Thursday, February 23, 2006

girl kidnapped by evil dough mixer, ransom demands of $5,000,000, and the evil truths come out


i went to BB's the other day looking for andrea and i got there and i didnt see her. so i called her. she said she was in the back. and there she was. in the back. in an apron. making challah. its a conspiracy im sure. all of my friends are working at BB's. during the day its ok actually. no scary people there. and the back is fun. you just hang out with the erics and quantam and tito and mary and everyone and they have music on and they just make food. they stand around and talk and stuff and joke and its fun to hang out back there. kinda cool. they listened as andrea and i had this really funny conversation about shopoholics, guys, neighbors, marriage, nail polish, work, college, food, and chassidus. they were amused. i have once again secured my spot as the entertainer of the establishment. i went to eric's for shabbos and that was fun. theyre kids are adorable. it also meant i got out of going to the TI shabbaton, which is so highschool it makes me sick. i hate shabbatons. theyre stupid. when there is an all girls shabbaton, they all split off into little groups and have private conversations about deep and meaningful stuff. and for some reason is always ends in tears for everyone and then you have to have a kumzitz to feel better and feel uplifted. now is that stupid or what?
my roommate says im cynical. especially when it comes to matters of judaism. i never thought about it that way. i dont think im closed minded. i think that ihave some previous experiences and therefore a biased personal opinion on certain areas of judaism. i dont mind people who are chassidish or lubavitch or anything else. that is their choice. as long as they dont try to push it on other people. that i have a problem with. i also have a problem with people doing something that might be the right thing in the end, or the end result might be something good, but going about it the wring way doesnt make it right. like the song "flippin out" by blue fringe. i dont like that group very much but that song is funny. and its true. all these bochurim who think they are doing the right thing, but they are doing it in totally the wrong way. my friend argued with me and said better that they do it all at once then wait. i disagree. dropping friends, disrespecting your parents, none of those are admirable things, no matter how expensive your borzilino is. and some people dont get that. i guess i am close minded. and cynical. and that is my evil truth. everyone has to have one i guess.
still no word on my neighbor. cant leave a girl hanging like that. say youre gonna call and then not write to me for a week. my brain has bored a whole into the side of my head and crawled out of its own accord. its rather uncomfortable let me tell you. kind of squishy. ide like to leave all my readers with that lovely image. ciao.

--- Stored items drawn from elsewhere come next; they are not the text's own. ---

impl Tally {
    pub fn new(kind: Kind) -> Tally {
        Tally {
            kind,
            hist: histogram(),
            wait: histogram(),
            ok: 0,
            errors: BTreeMap::new(),
            answers: Vec::new(),
            samples: Vec::new(),
            last_done: None,
            reconnects: 0,
        }
    }

    pub fn error(&mut self, kind: &str) {
        *self.errors.entry(kind.to_string()).or_default() += 1;
    }

    pub fn record_wait(&mut self, d: Duration) {
        self.wait.saturating_record((d.as_micros() as u64).max(1));
    }

    /// A good answer scheduled `offset` after the start, `latency` after its
    /// scheduled time.
    pub fn ok_at(&mut self, offset: Duration, latency: Duration) {
        let us = (latency.as_micros() as u64).max(1);
        self.hist.saturating_record(us);
        self.ok += 1;
        self.samples
            .push((offset.as_millis() as u32, us.min(u32::MAX as u64) as u32));
    }

    fn count(&mut self, tier: &str, reason: Option<&str>, n: u64) {
        for e in self.answers.iter_mut() {
            if e.0 == tier && e.1.as_deref() == reason {
                e.2 += n;
                return;
            }
        }
        self.answers
            .push((tier.to_string(), reason.map(str::to_string), n));
    }

    /// Parses a 200 body of this tally's kind and counts its tiers.
    pub fn answer(&mut self, body: &[u8]) -> Result<(), BadBody> {
        let good_eta = |x: f64| x.is_finite() && x >= 0.0;
        match self.kind {
            Kind::Eta => {
                let a: OneAnswer = serde_json::from_slice(body).map_err(|_| BadBody)?;
                if !good_eta(a.eta_s) || a.tier.is_empty() {
                    return Err(BadBody);
                }
                self.count(a.tier, a.fallback_reason, 1);
            }
            Kind::Route => {
                let a: RouteAnswer = serde_json::from_slice(body).map_err(|_| BadBody)?;
                if !good_eta(a.eta_s)
                    || a.geometry.kind != "LineString"
                    || a.geometry.coordinates.len() < 2
                {
                    return Err(BadBody);
                }
                self.count(a.tier, a.fallback_reason, 1);
            }
            Kind::Matrix { rows, cols } => {
                let a: MatrixAnswer = serde_json::from_slice(body).map_err(|_| BadBody)?;
                fn shape<T>(m: &[Vec<T>], rows: usize, cols: usize) -> bool {
                    m.len() == rows && m.iter().all(|r| r.len() == cols)
                }
                if !shape(&a.eta_s, rows, cols)
                    || !shape(&a.tier, rows, cols)
                    || !shape(&a.fallback_reason, rows, cols)
                    || !a.eta_s.iter().flatten().all(|x| good_eta(*x))
                {
                    return Err(BadBody);
                }
                for (trow, rrow) in a.tier.iter().zip(&a.fallback_reason) {
                    for (t, r) in trow.iter().zip(rrow) {
                        self.count(t, *r, 1);
                    }
                }
            }
        }
        Ok(())
    }

    pub fn merge(&mut self, o: Tally) {
        let _ = self.hist.add(&o.hist);
        let _ = self.wait.add(&o.wait);
        self.ok += o.ok;
        for (k, v) in o.errors {
            *self.errors.entry(k).or_default() += v;
        }
        for (t, r, n) in o.answers {
            self.count(&t, r.as_deref(), n);
        }
        self.samples.extend(o.samples);
        self.last_done = match (self.last_done, o.last_done) {
            (Some(a), Some(b)) => Some(a.max(b)),
            (a, b) => a.or(b),
        };
        self.reconnects += o.reconnects;
    }

    /// `tier` or `tier/reason` → count.
    pub fn answers(&self) -> BTreeMap<String, u64> {
        self.answers
            .iter()
            .map(|(t, r, n)| {
                let k = match r {
                    Some(r) => format!("{t}/{r}"),
                    None => t.clone(),
                };
                (k, *n)
            })
            .collect()
    }
}

/// Latency percentiles in milliseconds.
#[derive(Debug, Clone, Copy, Serialize, Default)]
pub struct Percentiles {
    pub p50: f64,
    pub p90: f64,
    pub p99: f64,
    pub p999: f64,
    pub max: f64,
    pub mean: f64,
}

impl Percentiles {
    pub fn of(h: &Histogram<u64>) -> Percentiles {
        if h.is_empty() {
            return Percentiles::default();
        }
        let ms = |us: u64| us as f64 / 1000.0;
        Percentiles {
            p50: ms(h.value_at_quantile(0.50)),
            p90: ms(h.value_at_quantile(0.90)),
            p99: ms(h.value_at_quantile(0.99)),
            p999: ms(h.value_at_quantile(0.999)),
            max: ms(h.max()),
            mean: h.mean() / 1000.0,
        }
    }
}

/// One window of the latency timeline.
#[derive(Debug, Clone, Serialize)]
pub struct Window {
    /// Window start, seconds after the run's start (scheduled time).
    pub t_s: f64,
    pub n: u64,
    pub p50_ms: f64,
    pub p99_ms: f64,
    pub max_ms: f64,
}

/// Server resource use during a scenario (when the server's pid is known).
#[derive(Debug, Clone, Serialize)]
pub struct ServerUse {
    pub pid: u32,
    /// Whether the server shares this process (then CPU includes the
    /// generator).
    pub in_process: bool,
    pub cpu_s: f64,
    pub cpu_ms_per_answer: f64,
    pub rss_mb: f64,
    pub hwm_mb: f64,
}

/// Generator self-checks.
#[derive(Debug, Clone, Serialize)]
pub struct GeneratorHealth {
    /// How late the pacer released tickets: large values mean the
    /// generator, not the server, was short of CPU.
    pub pacer_late_p99_ms: f64,
    pub pacer_late_max_ms: f64,
    /// Queueing for a free connection inside the generator.
    pub pool_wait_p99_ms: f64,
    pub reconnects: u64,
}

/// Everything reported for one scenario run.
#[derive(Debug, Clone, Serialize)]
pub struct Summary {
    pub scenario: String,
    pub system: String,
    pub workload: String,
    pub target_rate: f64,
    pub duration_s: f64,
    pub connections: usize,
    pub scheduled: u64,
    pub ok: u64,
    /// Good answers ÷ scheduled requests.
    pub answered_share: f64,
    /// Good answers ÷ (first scheduled time → last answer).
    pub achieved_rate: f64,
    pub latency_ms: Percentiles,
    pub errors: BTreeMap<String, u64>,
    pub error_total: u64,
    /// Unit of `answers`: `responses` or `cells`.
    pub answers_unit: &'static str,
    pub answers: BTreeMap<String, u64>,
    pub generator: GeneratorHealth,
    pub server: Option<ServerUse>,
    /// Machine-wide CPU during the run, to spot noise from other work.
    pub machine: Option<MachineUse>,
    /// Free-form remarks (verdicts, admin traffic of a storm, ...).
    pub notes: Vec<String>,
    pub timeline: Vec<Window>,
    /// Latency by percentile for the plot (not written to JSON).
    #[serde(skip)]
    pub curve: Vec<(f64, f64)>,
}

/// CPU seconds spent on the whole machine during a run, split by who.
#[derive(Debug, Clone, Serialize)]
pub struct MachineUse {
    pub wall_s: f64,
    /// Busy CPU seconds over all cores (`/proc/stat`: user, nice, system,
    /// irq, softirq).
    pub busy_cpu_s: f64,
    /// CPU time the hypervisor gave to something else while this machine
    /// wanted it (steal): host contention no process here can see.
    pub stolen_cpu_s: f64,
    pub generator_cpu_s: f64,
    /// The server's, when it is a separate process.
    pub server_cpu_s: f64,
    /// Everything else: other work on the machine competing with the run.
    pub other_cpu_s: f64,
    pub loadavg_1m_before: f64,
}

impl Summary {
    pub fn of(o: &Outcome) -> Summary {
        let t = &o.tally;
        let error_total = t.errors.values().sum();
        Summary {
            scenario: o.plan.scenario.clone(),
            system: o.plan.system.clone(),
            workload: o.plan.workload.kind.label(),
            target_rate: o.plan.rate,
            duration_s: o.plan.duration.as_secs_f64(),
            connections: o.plan.connections,
            scheduled: o.scheduled,
            ok: t.ok,
            answered_share: if o.scheduled == 0 {
                0.0
            } else {
                t.ok as f64 / o.scheduled as f64
            },
            achieved_rate: t.ok as f64 / o.elapsed.as_secs_f64().max(1e-9),
            latency_ms: Percentiles::of(&t.hist),
            errors: t.errors.clone(),
            error_total,
            answers_unit: if matches!(t.kind, Kind::Matrix { .. }) {
                "cells"
            } else {
                "responses"
            },
            answers: t.answers(),
            generator: GeneratorHealth {
                pacer_late_p99_ms: o.pacer_late.value_at_quantile(0.99) as f64 / 1000.0,
                pacer_late_max_ms: o.pacer_late.max() as f64 / 1000.0,
                pool_wait_p99_ms: t.wait.value_at_quantile(0.99) as f64 / 1000.0,
                reconnects: t.reconnects,
            },
            server: None,
            machine: None,
            notes: Vec::new(),
            timeline: timeline(&t.samples, 250),
            curve: crate::plot::curve(&t.hist),
        }
    }

    /// Share of answers (or cells) with this fallback reason.
    pub fn reason_share(&self, reason: &str) -> f64 {
        let all: u64 = self.answers.values().sum();
        if all == 0 {
            return 0.0;
        }
        let k: u64 = self
            .answers
            .iter()
            .filter(|(k, _)| {
                k.rsplit_once('/')
                    .map(|(_, r)| r == reason)
                    .unwrap_or(false)
            })
            .map(|(_, v)| v)
            .sum();
        k as f64 / all as f64
    }
}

Wednesday, February 22, 2006

everyone is a little bi-polar at heart

well it was just one of those weeks. first everything is going well. then everything is going terribly. then a couple hours later its all good again. now, see, i dont know about you but i dont think the human body was programmed to have such drastic mood swings like that. the brain goes *screeeeeeech* and yells, "hey! yo! gimme a minute to catch up there buddy!" as it huffs and puffs, one step behind all the time. thats what i feel like at the moment.
the week started out pretty much ok. a little moody, a little pms-y, a little contemplative (which is never a good combination by the way, i always end up doing something really strange when im in those moods). monday night. d-day. i was ok. still a little moody. at BB's but it was ok. someone came in that i didnt want to deal with but it all worked out ok. talked to dev and got in a better mood. talked to mo, got in a better mood because he always makes me laugh. he said the word "kissables" which for some reason sent me over the edge. i was a little hysterical. then something happened to my computer. i pushed a button, my computer shut down and when it turned back on my desktop was blank, and itunes....was empty. well after i screamed, cried, punched the wall (literally, my hand is a little sore) i managed to find my music buried somewhere inside my computer but it was still messed up. i went to sleep with so much frustrated energy, that i couldnt even close my eyes. i turned on metallica on my ipod as loud as it would go. within ten minutes i was asleep. i was MAD.
tuesday jenny came an got me from BB's where i was hanging out while i was skipping class. she took me to the apple store and we fixed my computer. all good. coffee and fixed computer make for a much better night. so thats pretty much resolved, few kinks in the resetting of my computer but at least i know there is nothing wrong with it.
well the beast has reared its head yet again. i brought up the deal with my neighbor again. his sister said shes gonna talk to him to see what his side of the story is. at this point even if i dont get the answer i want ill be relieved because at least ill be able to move on and stop agonizing over what ifs. right now not knowing is much more painful then knowing i didnt get the answer i wanted. so we'll see how this one turns out. im still agonizing over whether or not she is really gonna talk to him.
remember how i mentioned i had a crazy week? yeah. the human body is not equipped to deal with so many emotions in such a short period of time. seriously. i feel like a wrung out wash cloth. if thats possible. well i must go. ive got a brain to catch up with.